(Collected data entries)
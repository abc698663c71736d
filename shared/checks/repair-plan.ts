import { checkSystem } from './check-system.ts'
import type { ColorPlace } from './color-place.ts'
import { createColorProbe } from './color-probe.ts'
import type { Evaluation } from './evaluation.ts'
import { createKeptSearches, type KeptSearches } from './kept-searches.ts'
import type { Finding, SystemModel, Verdict, WaiverModel } from './model.ts'
import { isGatingRow, NEAREST_BUDGET, nearestAt, type PlacedColor } from './nearest-at.ts'
import { withColors } from './nearest-passing.ts'
import { placeKey, placesOf, sidesOf } from './repair-places.ts'
import { type RequirementConflict, requirementConflict } from './requirement-conflict.ts'
import { verdictOf } from './verdict.ts'

/** Evaluations that a plan may take, unless told otherwise. */
export const REPAIR_BUDGET = 60_000

/** What a plan is allowed. */
export interface RepairPlanOptions {
  /** Granted and in force; what they cover is left as it is. */
  readonly waivers?: readonly WaiverModel[]
  /** Token ids that never move. */
  readonly locked?: ReadonlySet<string>
  /** Evaluations, at most. */
  readonly budget?: number
  /** Called after each search with the evaluations so far. */
  readonly onSpent?: (evaluations: number) => void
}

/** One change of a plan. */
export interface RepairEdit extends PlacedColor {
  /** Identities of the breaches that it mends. */
  readonly mends: readonly string[]
}

/** A breach that a plan leaves, and why. */
export interface LeftBreach {
  readonly finding: Finding
  /** `locked`: no side of it may move; `conflict`: no colour of a hue meets all it must; `budget`: stopped early. */
  readonly reason: 'locked' | 'conflict' | 'budget'
  readonly conflict?: RequirementConflict
}

/** A few changes of colour after which nothing gating breaches but what is left, with the full check that says so. */
export interface RepairPlan {
  readonly edits: readonly RepairEdit[]
  readonly left: readonly LeftBreach[]
  /** Gating breaches before. */
  readonly breachesBefore: number
  /** Of a full check of the system with the edits made, waivers laid over it. */
  readonly after: Verdict
  readonly evaluations: number
  readonly isStopped: boolean
}

interface Run {
  readonly waivers: readonly WaiverModel[]
  readonly locked: ReadonlySet<string>
  readonly onSpent: (evaluations: number) => void
  readonly searches: KeptSearches
  evaluation: Evaluation
  left: number
  spent: number
  isStopped: boolean
}

function gatingBreaches(run: Run, evaluation = run.evaluation): Finding[] {
  const { findings } = verdictOf(evaluation, { waivers: run.waivers, include: 'not-pass' })
  return findings.filter(({ outcome, gating }) => outcome === 'breach' && gating)
}

/** A place to change, and the breaches that hang on it. */
interface Candidate {
  readonly place: ColorPlace
  readonly reaches: readonly string[]
  /** Place in the order of cheapness: an override comes before a source. */
  readonly rank: number
}

/** Places that can mend a breach, those that reach the most breaches first. */
function candidatesOf(run: Run, breaches: readonly Finding[]): Candidate[] {
  const ranked = new Map<string, { place: ColorPlace; rank: number }>()
  for (const finding of breaches) {
    for (const side of sidesOf(finding)) {
      for (const [rank, place] of placesOf(run.evaluation, side).entries()) {
        const key = placeKey(place)
        if (!run.locked.has(place.token) && !ranked.has(key)) ranked.set(key, { place, rank })
      }
    }
  }
  const wanted = new Set(breaches.map(({ identity }) => identity))
  return [...ranked.values()]
    .map(({ place, rank }) => {
      const { rows } = createColorProbe(run.evaluation, place)
      const reached = new Set(rows.map(({ finding }) => finding.identity))
      return { place, rank, reaches: [...wanted].filter((identity) => reached.has(identity)) }
    })
    .filter(({ reaches }) => reaches.length > 0)
    .sort((a, b) => b.reaches.length - a.reaches.length || a.rank - b.rank)
}

/** Searches one place; `asked` says which breaches have to go, what passes has to stay. */
function searchPlace(
  run: Run,
  place: ColorPlace,
  free: ReadonlySet<string>,
): PlacedColor | undefined {
  const known = free.size === 0 ? run.searches.find(place) : undefined
  if (known !== undefined) return known ?? undefined
  if (run.left <= 0) {
    run.isStopped = true
    return undefined
  }
  const search = nearestAt(run.evaluation, place, {
    waivers: run.waivers,
    budget: Math.min(run.left, NEAREST_BUDGET),
    isAsked: (row) => isGatingRow(row) && !free.has(row.finding.identity),
  })
  run.left -= search.evaluations
  run.spent += search.evaluations
  run.isStopped ||= search.isStopped
  run.onSpent(run.spent)
  if (free.size === 0 && !search.isStopped) run.searches.keep(place, search)
  return search.found
}

/** Of the places that mend equally many breaches, the one that costs least. */
function bestOf(run: Run, candidates: readonly Candidate[], failed: Set<string>) {
  let best: { readonly candidate: Candidate; readonly found: PlacedColor } | undefined
  for (const candidate of candidates) {
    const key = placeKey(candidate.place)
    if (failed.has(key)) continue
    if (best !== undefined && candidate.reaches.length < best.candidate.reaches.length) break
    const found = searchPlace(run, candidate.place, new Set())
    if (found === undefined) failed.add(key)
    else if (best === undefined || found.deltaEOk < best.found.deltaEOk) best = { candidate, found }
  }
  return best
}

/** A place that mends one breach though others on it stay as they are. */
function partOf(run: Run, breaches: readonly Finding[], candidates: readonly Candidate[]) {
  for (const finding of breaches) {
    for (const candidate of candidates) {
      if (!candidate.reaches.includes(finding.identity)) continue
      const others = candidate.reaches.filter((identity) => identity !== finding.identity)
      if (others.length === 0) continue // Tried whole already.
      const found = searchPlace(run, candidate.place, new Set(others))
      if (found !== undefined) return { candidate, found }
    }
  }
  return undefined
}

/** One step of a plan taken, where it makes fewer breaches of what there were and none new. */
function step(run: Run, edits: RepairEdit[], chosen: PlacedColor): boolean {
  const before = new Set(gatingBreaches(run).map(({ identity }) => identity))
  const evaluation = withColors(run.evaluation, [chosen])
  const after = new Set(gatingBreaches(run, evaluation).map(({ identity }) => identity))
  const isWorse = [...after].some((identity) => !before.has(identity))
  const mends = [...before].filter((identity) => !after.has(identity))
  if (isWorse || mends.length === 0) return false
  run.searches.forget(run.evaluation, chosen.place)
  run.evaluation = evaluation
  edits.push({ ...chosen, mends })
  return true
}

function collectEdits(run: Run): RepairEdit[] {
  const edits: RepairEdit[] = []
  const failed = new Set<string>()
  for (;;) {
    const breaches = gatingBreaches(run)
    if (breaches.length === 0 || run.left <= 0) return edits
    const candidates = candidatesOf(run, breaches)
    const best = bestOf(run, candidates, failed)
    if (best !== undefined) {
      if (!step(run, edits, best.found)) failed.add(placeKey(best.candidate.place))
      continue
    }
    const part = partOf(run, breaches, candidates)
    if (part === undefined || !step(run, edits, part.found)) return edits
    failed.clear()
  }
}

/** Leaves out every edit without which as little breaches: a later one may have made it needless. */
function withoutNeedless(run: Run, start: Evaluation, edits: readonly RepairEdit[]): RepairEdit[] {
  const identitiesOf = (evaluation: Evaluation) =>
    gatingBreaches(run, evaluation).map(({ identity }) => identity)
  const target = gatingBreaches(run).length
  let kept = edits
  for (const edit of edits) {
    const without = kept.filter((other) => other !== edit)
    if (identitiesOf(withColors(start, without)).length <= target) kept = without
  }
  let evaluation = start
  return kept.map((edit) => {
    const before = identitiesOf(evaluation)
    evaluation = withColors(evaluation, [edit])
    const after = new Set(identitiesOf(evaluation))
    return { ...edit, mends: before.filter((identity) => !after.has(identity)) }
  })
}

/** Why a place cannot mend what hangs on it, searched once a place; counted like any other evaluation. */
function createConflictSearch(run: Run) {
  const known = new Map<string, RequirementConflict | undefined>()
  return (place: ColorPlace): RequirementConflict | undefined => {
    const key = placeKey(place)
    if (known.has(key)) return known.get(key)
    if (run.left <= 0) {
      run.isStopped = true
      return undefined
    }
    const probe = createColorProbe(run.evaluation, place, { waivers: run.waivers })
    const { conflict, evaluations } = requirementConflict(run.evaluation, probe, {
      isAsked: isGatingRow,
      budget: run.left,
    })
    run.left -= evaluations
    run.spent += evaluations
    // None: the samples cost more than is left.
    run.isStopped ||= evaluations === 0
    run.onSpent(run.spent)
    known.set(key, conflict)
    return conflict
  }
}

function leftBreach(
  run: Run,
  finding: Finding,
  conflictAt: ReturnType<typeof createConflictSearch>,
): LeftBreach {
  const places = sidesOf(finding)
    .flatMap((side) => placesOf(run.evaluation, side))
    .filter(({ token }) => !run.locked.has(token))
  if (places.length === 0) return { finding, reason: 'locked' }
  const reaching = places.find((place) =>
    createColorProbe(run.evaluation, place).rows.some(
      (row) => row.finding.identity === finding.identity,
    ),
  )
  const conflict = reaching && conflictAt(reaching)
  if (conflict !== undefined) return { finding, reason: 'conflict', conflict }
  // The samples find what the search does; were they to find more, there would be no conflict to name.
  /* v8 ignore next -- @preserve */
  return { finding, reason: run.isStopped ? 'budget' : 'conflict' }
}

function modelWith(evaluation: Evaluation, edits: readonly PlacedColor[]): SystemModel {
  return withColors(evaluation, edits).resolved.model
}

/**
 * A few changes of colour after which nothing gating breaches, or as little as can be: at each step the place whose
 * nearest passing colour mends the most breaches, of several the cheapest. What comes out is checked in full.
 * @param options.budget evaluations, default 60,000; the plan says where it stopped early
 */
export function repairPlan(evaluation: Evaluation, options: RepairPlanOptions = {}): RepairPlan {
  const { waivers = [], locked = new Set(), budget = REPAIR_BUDGET, onSpent = () => {} } = options
  const searches = createKeptSearches()
  const count = { left: budget, spent: 0, isStopped: false }
  const run: Run = { waivers, locked, onSpent, searches, evaluation, ...count }
  const breachesBefore = gatingBreaches(run).length
  const edits = withoutNeedless(run, evaluation, collectEdits(run))
  const checked = checkSystem(modelWith(evaluation, edits))
  // Each edit was read when it was made.
  /* v8 ignore next -- @preserve */
  if (!checked.ok) throw new TypeError('A plan makes a system that cannot be read')
  run.evaluation = checked.evaluation
  const after = verdictOf(checked.evaluation, { waivers, include: 'not-pass' })
  const conflictAt = createConflictSearch(run)
  return {
    edits,
    left: gatingBreaches(run).map((finding) => leftBreach(run, finding, conflictAt)),
    breachesBefore,
    after,
    evaluations: run.spent,
    isStopped: run.isStopped || run.left <= 0,
  }
}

### Task item
Reproduce exactly the section above that begins at the line containing "const reaching = places.find((place) =>" and ends at the line containing "if (conflict !== undefined)", leaving out all other lines.

### Your response
  const reaching = places.find((place) =>
    createColorProbe(run.evaluation, place).rows.some(
      (row) => row.finding.identity === finding.identity,
    ),
  )
  const conflict = reaching && conflictAt(reaching)
  if (conflict !== undefined) return { finding, reason: 'conflict', conflict }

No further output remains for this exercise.